● **Try it**
In the records, find each line where "edges" occurs, and copy it.

Dataset excerpts section start

"""Stretches of a trajectory between solved keyframes, and the rule that fills each of them.

The mathematics is in :mod:`jointmap.graph.bridge`.
"""

from __future__ import annotations

from collections.abc import Sequence
from dataclasses import dataclass

import numpy as np
from numpy.typing import NDArray

from jointmap import frames
from jointmap.graph.bend import half_jacobian
from jointmap.graph.intervals import Cumulative

Floats = NDArray[np.float64]
Ints = NDArray[np.int64]
Bools = NDArray[np.bool_]

#: Seconds outside odometry and keyframes that are still answered: stamps may precede the motion
#: that their rows describe.
MARGIN_S = 60.0


@dataclass(frozen=True)
class SolvedKeyframes:
    """Keyframes of one robot with their joint uncertainty.

    Parameters
    ----------
    t_s : (K,) seconds, increasing
    poses : (K, *pose shape)
    covariance : (K, dof, dof)
        Body tangent.
    cross : (K-1, dof, dof)
        Cross-covariance of each keyframe (rows) with the next (columns), body tangents.
    """

    t_s: Floats
    poses: Floats
    covariance: Floats
    cross: Floats


@dataclass(frozen=True)
class Stretches:
    """Time cut at keyframes and cuts: ``bounds`` (S+1,), and which keyframes hold each stretch.

    ``left`` and ``right`` (S,) index keyframes, -1 where nothing holds that end.
    """

    bounds: Floats
    left: Ints
    right: Ints


@dataclass(frozen=True)
class Spans:
    """One rule per stretch.

    With D and M from the start of the stretch, the pose is ``base exp(M lean) D`` and, in the
    tangent of the base, ``cov = root + J (sign M + M bend M) J^T + J M tie + (J M tie)^T``.
    ``bound`` marks stretches held at both ends; the others have no lean, bend or tie.
    """

    base: Floats
    root: Floats
    sign: Floats
    lean: Floats
    bend: Floats
    tie: Floats
    bound: Bools


def find_stretches(made: Cumulative, t_key: Floats, cuts: Sequence[float]) -> Stretches:
    """Cut the time from before the odometry to after it at keyframes (K,) and at ``cuts``."""
    k = len(t_key)
    head = min(made.edges[0], t_key[0]) - MARGIN_S
    tail = max(made.edges[-1], t_key[-1]) + MARGIN_S
    bounds = np.concatenate([[head], t_key, [tail]])
    left, right = np.arange(-1, k), np.arange(0, k + 1)
    right[-1] = -1
    inside = np.unique([c for c in cuts if t_key[0] < c <= t_key[-1]])
    place = np.searchsorted(t_key, inside, side="left")
    # several cuts between two keyframes: what lies between them is held by the left one
    _, first = np.unique(place, return_index=True)
    inside, place = inside[first], place[first]
    bounds = np.insert(bounds, place + 1, inside)
    left = np.insert(left, place + 1, -1)
    right = np.insert(right, place, -1)
    return Stretches(bounds, left, right)


def make_spans(
    keyframes: SolvedKeyframes, parts: Stretches, motion: Floats, m: Floats, dimension: int
) -> Spans:
    """Rules of all stretches.

    Parameters
    ----------
    keyframes : SolvedKeyframes
    parts : Stretches
    motion : (S, *pose shape)
        Motion over each whole stretch by odometry.
    m : (S, dof, dof)
        Its covariance in the tangent at the start of the stretch.
    dimension : int
    """
    group, n = frames.group(dimension), len(m)
    base, root = np.empty((n, *group.shape)), np.empty((n, group.dof, group.dof))
    ahead = parts.left >= 0
    behind = ~ahead
    base[ahead] = keyframes.poses[parts.left[ahead]]
    root[ahead] = keyframes.covariance[parts.left[ahead]]
    held = parts.right[behind]
    base[behind] = group.compose(keyframes.poses[held], group.inverse(motion[behind]))
    out = group.adjoint(motion[behind])
    root[behind] = out @ keyframes.covariance[held] @ _t(out) + m[behind]
    both = ahead & (parts.right >= 0)
    lean, bend, tie = np.zeros((n, group.dof)), np.zeros_like(root), np.zeros_like(root)
    lean[both], bend[both], tie[both] = _bent(
        keyframes, parts.left[both], parts.right[both], motion[both], m[both], group
    )
    return Spans(base, root, np.where(ahead, 1.0, -1.0), lean, bend, tie, both)


def _bent(
    keyframes: SolvedKeyframes, i: Ints, j: Ints, motion: Floats, m: Floats, group: frames.Group
) -> tuple[Floats, Floats, Floats]:
    """``lean, bend, tie`` of stretches between keyframes ``i`` and ``j``."""
    cross = keyframes.cross[i]
    between = group.between(keyframes.poses[i], keyframes.poses[j])
    correction = group.log(group.compose(between, group.inverse(motion)))
    stiff = _inverse(m)
    # the same first-order Jacobian as along the way, so that the end is met exactly
    jacobian = np.empty_like(m)
    for k in range(len(m)):
        half_jacobian(correction[k], jacobian[k])
    turned = np.linalg.solve(jacobian, group.adjoint(between))
    back = group.adjoint(group.inverse(between))
    back_i, back_c = back @ keyframes.covariance[i], back @ cross
    differ = keyframes.covariance[j] - back_c - _t(back_c) + back_i @ _t(back)
    gain = stiff @ turned
    lean = np.einsum("nij,nj->ni", stiff, correction)
    return lean, gain @ differ @ _t(gain) - stiff, gain @ (_t(cross) - back_i)


def _t(matrix: Floats) -> Floats:
    return np.swapaxes(matrix, -1, -2)


def _inverse(m: Floats) -> Floats:
    """Inverse of positive definite matrices, whatever their units."""
    scale = 1.0 / np.sqrt(np.einsum("nii->ni", m))
    inner = np.linalg.inv(m * scale[:, :, None] * scale[:, None, :])
    return np.asarray(inner * scale[:, :, None] * scale[:, None, :], dtype=np.float64)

Dataset excerpts section end

● **Solution for this problem**
    head = min(made.edges[0], t_key[0]) - MARGIN_S
    tail = max(made.edges[-1], t_key[-1]) + MARGIN_S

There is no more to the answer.